▶ _TASK GOAL_
When the string "request" occurs in a line of the listing below, return that line.

▶ _RECORDS FOR PROCESSING_
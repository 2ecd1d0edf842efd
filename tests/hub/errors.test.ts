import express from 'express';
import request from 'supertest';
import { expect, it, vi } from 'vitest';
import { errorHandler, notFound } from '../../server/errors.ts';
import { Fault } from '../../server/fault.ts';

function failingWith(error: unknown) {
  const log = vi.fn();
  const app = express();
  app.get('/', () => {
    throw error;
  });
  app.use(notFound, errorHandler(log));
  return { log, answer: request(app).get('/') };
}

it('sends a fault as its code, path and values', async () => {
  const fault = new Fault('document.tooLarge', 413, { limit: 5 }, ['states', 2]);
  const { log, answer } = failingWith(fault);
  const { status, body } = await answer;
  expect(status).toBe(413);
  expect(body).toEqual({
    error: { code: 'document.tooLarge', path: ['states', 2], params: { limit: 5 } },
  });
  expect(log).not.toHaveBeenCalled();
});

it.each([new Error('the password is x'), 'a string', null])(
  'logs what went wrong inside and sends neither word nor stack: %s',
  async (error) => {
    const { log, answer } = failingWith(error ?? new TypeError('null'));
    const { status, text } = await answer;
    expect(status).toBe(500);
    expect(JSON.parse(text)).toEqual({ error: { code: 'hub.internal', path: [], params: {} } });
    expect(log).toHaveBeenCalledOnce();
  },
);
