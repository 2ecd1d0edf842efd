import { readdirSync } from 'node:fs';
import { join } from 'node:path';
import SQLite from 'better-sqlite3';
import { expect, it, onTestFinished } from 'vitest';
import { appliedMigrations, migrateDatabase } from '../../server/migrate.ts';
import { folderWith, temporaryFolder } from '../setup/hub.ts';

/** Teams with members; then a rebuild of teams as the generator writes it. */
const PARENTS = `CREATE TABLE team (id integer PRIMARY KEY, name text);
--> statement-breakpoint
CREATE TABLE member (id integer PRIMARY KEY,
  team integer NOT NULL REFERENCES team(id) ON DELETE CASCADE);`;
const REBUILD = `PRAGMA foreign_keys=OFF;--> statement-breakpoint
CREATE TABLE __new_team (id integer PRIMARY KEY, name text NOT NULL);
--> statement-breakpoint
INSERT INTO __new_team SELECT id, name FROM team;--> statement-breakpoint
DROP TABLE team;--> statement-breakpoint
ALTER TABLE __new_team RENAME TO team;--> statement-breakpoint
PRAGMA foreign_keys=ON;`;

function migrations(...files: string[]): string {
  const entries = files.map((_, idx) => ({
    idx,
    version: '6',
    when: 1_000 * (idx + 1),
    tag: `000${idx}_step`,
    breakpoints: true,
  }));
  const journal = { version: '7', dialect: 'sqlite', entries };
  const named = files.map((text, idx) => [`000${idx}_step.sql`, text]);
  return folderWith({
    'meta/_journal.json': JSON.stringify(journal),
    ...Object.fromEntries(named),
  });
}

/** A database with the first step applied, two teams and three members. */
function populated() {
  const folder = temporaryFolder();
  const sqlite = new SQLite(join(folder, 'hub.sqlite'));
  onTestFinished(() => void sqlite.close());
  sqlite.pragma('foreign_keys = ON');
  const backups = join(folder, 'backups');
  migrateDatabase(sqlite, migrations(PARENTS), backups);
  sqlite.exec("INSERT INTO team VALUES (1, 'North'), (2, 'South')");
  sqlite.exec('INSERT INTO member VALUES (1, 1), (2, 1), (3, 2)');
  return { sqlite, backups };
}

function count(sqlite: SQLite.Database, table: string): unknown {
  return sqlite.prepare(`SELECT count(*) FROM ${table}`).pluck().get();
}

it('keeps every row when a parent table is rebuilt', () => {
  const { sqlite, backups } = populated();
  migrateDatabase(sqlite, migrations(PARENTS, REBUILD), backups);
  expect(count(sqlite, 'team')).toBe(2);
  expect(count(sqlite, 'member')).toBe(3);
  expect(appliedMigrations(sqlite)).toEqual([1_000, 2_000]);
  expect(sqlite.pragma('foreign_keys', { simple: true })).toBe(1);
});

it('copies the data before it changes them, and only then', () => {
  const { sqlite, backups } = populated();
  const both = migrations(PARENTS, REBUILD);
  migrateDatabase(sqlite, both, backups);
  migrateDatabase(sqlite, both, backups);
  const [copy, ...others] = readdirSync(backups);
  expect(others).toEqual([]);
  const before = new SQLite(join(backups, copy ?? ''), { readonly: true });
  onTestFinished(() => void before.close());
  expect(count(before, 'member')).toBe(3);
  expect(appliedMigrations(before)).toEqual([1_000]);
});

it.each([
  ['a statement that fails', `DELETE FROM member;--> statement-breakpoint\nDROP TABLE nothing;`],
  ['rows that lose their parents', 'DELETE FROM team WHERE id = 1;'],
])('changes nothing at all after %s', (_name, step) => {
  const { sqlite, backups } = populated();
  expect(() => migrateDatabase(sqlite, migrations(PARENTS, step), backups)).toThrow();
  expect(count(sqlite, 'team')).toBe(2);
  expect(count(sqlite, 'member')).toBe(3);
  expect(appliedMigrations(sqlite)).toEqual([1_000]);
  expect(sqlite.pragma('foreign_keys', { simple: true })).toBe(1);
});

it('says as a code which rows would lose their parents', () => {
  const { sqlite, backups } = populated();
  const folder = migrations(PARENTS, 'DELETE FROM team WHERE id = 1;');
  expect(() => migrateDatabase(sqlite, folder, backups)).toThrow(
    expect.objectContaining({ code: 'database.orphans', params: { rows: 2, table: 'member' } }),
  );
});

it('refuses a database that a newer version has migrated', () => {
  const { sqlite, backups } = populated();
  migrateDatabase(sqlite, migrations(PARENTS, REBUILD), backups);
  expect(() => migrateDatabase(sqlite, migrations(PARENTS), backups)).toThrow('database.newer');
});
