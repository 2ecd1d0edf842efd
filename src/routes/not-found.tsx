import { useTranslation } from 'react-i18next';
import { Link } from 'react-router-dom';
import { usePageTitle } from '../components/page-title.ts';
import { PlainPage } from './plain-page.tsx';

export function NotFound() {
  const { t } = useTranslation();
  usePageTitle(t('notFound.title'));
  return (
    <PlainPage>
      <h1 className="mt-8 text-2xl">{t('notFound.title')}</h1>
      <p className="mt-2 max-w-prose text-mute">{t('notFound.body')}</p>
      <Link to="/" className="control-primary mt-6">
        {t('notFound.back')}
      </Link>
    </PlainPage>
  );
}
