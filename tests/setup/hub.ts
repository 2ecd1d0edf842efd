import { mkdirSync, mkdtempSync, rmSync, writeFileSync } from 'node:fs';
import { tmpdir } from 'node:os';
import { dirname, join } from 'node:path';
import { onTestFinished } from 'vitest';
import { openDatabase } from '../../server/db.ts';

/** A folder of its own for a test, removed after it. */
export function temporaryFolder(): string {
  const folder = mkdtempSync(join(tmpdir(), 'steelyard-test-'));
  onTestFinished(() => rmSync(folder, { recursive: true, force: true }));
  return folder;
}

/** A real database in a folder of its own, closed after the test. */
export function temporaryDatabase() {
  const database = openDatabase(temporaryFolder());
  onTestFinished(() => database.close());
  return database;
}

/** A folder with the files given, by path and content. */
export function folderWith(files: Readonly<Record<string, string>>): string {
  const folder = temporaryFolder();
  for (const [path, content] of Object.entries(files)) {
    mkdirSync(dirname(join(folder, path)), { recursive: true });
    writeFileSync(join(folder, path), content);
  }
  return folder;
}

* * *

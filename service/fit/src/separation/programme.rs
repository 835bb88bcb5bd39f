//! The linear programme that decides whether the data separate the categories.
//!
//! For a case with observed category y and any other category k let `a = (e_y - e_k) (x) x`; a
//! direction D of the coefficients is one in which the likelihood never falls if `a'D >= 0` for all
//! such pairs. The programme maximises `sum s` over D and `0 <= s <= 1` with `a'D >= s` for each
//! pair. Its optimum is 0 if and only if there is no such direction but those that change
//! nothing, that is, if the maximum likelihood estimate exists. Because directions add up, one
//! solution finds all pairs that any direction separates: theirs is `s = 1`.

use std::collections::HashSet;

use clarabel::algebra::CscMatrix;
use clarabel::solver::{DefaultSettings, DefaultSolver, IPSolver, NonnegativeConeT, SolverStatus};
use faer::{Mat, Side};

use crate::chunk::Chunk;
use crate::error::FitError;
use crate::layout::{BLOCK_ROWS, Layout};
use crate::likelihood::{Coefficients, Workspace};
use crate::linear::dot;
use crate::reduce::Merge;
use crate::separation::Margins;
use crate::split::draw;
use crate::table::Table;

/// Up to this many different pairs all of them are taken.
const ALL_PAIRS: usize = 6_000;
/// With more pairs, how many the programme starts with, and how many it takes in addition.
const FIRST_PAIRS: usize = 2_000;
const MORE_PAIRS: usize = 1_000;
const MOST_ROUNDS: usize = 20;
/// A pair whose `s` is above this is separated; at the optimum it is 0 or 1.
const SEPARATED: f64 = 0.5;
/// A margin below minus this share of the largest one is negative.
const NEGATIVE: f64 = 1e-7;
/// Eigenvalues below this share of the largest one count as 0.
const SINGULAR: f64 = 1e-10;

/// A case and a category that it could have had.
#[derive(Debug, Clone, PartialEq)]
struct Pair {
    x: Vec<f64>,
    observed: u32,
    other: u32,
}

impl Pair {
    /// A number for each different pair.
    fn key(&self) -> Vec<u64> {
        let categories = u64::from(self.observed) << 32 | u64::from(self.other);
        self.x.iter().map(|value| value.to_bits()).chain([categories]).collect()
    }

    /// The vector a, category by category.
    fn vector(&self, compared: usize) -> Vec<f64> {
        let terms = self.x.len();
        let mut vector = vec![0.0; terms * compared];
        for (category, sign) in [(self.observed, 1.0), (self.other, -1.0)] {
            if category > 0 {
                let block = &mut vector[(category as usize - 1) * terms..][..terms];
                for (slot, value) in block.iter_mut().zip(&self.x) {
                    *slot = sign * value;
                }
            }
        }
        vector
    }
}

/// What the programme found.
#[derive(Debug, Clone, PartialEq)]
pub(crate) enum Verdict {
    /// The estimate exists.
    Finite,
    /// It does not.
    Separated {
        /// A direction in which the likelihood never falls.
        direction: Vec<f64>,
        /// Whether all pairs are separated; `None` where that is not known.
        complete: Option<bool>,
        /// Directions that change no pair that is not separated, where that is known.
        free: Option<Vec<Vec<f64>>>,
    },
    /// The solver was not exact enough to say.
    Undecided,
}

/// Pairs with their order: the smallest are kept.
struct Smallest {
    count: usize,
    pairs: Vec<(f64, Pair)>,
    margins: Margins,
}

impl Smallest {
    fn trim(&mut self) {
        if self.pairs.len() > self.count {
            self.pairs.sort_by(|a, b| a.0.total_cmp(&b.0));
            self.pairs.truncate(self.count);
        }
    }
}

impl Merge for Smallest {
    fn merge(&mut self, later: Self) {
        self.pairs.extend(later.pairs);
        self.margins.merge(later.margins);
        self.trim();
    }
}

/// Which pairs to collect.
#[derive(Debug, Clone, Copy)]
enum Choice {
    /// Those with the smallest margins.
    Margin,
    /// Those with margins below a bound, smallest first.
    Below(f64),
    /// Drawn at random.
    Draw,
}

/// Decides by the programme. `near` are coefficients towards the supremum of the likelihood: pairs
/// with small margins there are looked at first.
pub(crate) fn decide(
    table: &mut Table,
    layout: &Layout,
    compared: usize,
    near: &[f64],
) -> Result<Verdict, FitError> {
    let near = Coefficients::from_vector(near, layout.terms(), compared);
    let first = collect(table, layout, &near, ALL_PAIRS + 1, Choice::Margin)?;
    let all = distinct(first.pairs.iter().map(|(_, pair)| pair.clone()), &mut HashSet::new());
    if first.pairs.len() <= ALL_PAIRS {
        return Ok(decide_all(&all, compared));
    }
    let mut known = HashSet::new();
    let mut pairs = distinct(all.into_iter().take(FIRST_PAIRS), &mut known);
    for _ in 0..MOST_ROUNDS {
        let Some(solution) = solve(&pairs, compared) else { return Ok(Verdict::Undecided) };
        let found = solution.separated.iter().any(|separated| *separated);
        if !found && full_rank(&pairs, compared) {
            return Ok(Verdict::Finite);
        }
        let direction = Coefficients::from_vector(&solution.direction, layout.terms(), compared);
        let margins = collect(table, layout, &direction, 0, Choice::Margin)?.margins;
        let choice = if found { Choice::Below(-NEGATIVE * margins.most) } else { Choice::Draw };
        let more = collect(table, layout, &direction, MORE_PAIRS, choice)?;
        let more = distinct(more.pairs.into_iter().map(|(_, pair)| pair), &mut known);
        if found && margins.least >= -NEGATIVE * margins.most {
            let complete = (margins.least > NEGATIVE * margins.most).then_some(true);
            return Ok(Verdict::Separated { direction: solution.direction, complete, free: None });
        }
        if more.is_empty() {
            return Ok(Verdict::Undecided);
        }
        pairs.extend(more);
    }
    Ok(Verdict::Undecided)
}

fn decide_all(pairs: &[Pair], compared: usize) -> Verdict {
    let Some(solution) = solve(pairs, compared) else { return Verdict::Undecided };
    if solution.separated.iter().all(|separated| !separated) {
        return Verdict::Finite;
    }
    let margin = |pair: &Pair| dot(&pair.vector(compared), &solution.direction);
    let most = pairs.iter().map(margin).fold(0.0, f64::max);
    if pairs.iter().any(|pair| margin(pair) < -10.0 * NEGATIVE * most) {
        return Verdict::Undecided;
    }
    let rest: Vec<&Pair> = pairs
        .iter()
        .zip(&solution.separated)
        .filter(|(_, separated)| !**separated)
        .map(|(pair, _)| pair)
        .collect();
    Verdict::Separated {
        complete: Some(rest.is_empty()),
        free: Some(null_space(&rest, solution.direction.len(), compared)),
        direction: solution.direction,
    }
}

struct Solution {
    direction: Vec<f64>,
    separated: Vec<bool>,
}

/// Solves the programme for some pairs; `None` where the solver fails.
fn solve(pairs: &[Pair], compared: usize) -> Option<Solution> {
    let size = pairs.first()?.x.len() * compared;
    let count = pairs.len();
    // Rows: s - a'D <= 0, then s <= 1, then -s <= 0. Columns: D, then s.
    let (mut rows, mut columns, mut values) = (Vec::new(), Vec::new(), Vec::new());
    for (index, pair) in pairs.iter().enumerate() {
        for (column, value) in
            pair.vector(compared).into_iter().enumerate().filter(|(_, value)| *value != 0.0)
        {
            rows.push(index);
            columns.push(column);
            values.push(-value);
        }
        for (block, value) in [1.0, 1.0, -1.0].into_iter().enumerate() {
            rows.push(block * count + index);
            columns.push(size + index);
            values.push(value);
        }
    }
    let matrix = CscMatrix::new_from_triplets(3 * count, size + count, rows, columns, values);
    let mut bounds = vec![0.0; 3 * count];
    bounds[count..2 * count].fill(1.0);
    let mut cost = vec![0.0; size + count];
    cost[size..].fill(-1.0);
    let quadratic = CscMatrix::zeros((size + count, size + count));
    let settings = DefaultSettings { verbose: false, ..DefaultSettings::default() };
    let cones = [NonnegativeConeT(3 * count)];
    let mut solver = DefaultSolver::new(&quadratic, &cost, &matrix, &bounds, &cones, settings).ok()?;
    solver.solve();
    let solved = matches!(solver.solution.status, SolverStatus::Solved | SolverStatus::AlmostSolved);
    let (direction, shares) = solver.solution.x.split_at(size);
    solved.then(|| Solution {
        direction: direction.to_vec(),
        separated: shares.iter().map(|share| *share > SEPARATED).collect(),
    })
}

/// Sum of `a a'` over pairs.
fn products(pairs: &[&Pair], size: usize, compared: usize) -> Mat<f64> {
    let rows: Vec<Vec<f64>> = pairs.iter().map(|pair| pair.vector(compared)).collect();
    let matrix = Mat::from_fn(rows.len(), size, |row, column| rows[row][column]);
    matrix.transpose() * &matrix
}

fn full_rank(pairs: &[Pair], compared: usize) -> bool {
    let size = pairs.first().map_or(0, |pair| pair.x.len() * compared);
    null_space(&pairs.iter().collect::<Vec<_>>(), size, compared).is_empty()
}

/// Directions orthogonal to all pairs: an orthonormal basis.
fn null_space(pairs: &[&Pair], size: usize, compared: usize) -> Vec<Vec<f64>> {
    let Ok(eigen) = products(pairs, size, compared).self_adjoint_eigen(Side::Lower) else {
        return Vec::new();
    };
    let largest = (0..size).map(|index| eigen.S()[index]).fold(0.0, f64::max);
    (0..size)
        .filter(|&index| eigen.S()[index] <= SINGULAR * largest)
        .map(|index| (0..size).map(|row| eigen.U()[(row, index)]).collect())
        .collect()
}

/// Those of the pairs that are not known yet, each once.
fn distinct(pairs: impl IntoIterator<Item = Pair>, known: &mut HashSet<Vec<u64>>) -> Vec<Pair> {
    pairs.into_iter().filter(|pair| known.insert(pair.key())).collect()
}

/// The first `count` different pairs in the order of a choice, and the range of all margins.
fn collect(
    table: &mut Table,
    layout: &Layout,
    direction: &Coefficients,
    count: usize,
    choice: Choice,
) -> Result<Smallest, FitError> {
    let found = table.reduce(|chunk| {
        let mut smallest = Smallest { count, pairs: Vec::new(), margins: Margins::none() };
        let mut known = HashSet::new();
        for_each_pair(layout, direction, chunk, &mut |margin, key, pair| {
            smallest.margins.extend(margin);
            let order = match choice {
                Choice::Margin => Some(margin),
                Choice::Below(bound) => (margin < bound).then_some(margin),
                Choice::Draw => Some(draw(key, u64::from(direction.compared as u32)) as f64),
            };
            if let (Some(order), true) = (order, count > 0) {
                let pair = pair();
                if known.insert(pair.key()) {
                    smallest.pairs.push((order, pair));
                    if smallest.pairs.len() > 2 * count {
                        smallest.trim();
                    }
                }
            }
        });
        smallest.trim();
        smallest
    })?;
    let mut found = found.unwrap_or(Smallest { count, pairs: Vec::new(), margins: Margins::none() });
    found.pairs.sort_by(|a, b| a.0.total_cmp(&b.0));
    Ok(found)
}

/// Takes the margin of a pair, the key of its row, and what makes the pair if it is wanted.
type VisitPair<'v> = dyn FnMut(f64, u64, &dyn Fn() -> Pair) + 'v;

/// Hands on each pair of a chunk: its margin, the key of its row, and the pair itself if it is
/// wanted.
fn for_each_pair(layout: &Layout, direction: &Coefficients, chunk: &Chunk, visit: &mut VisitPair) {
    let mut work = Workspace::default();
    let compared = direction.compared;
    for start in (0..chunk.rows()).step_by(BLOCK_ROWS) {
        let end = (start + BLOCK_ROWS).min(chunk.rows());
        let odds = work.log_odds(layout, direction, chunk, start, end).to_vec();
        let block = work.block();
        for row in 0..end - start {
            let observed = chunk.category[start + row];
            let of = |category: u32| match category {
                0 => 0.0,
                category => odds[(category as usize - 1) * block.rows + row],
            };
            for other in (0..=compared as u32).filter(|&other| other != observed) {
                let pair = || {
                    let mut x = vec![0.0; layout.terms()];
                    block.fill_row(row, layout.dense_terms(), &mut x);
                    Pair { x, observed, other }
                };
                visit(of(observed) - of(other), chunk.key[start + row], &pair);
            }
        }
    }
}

▶ _RESPONSE TO THIS TASK_
import request from 'supertest';
  return { log, answer: request(app).get('/') };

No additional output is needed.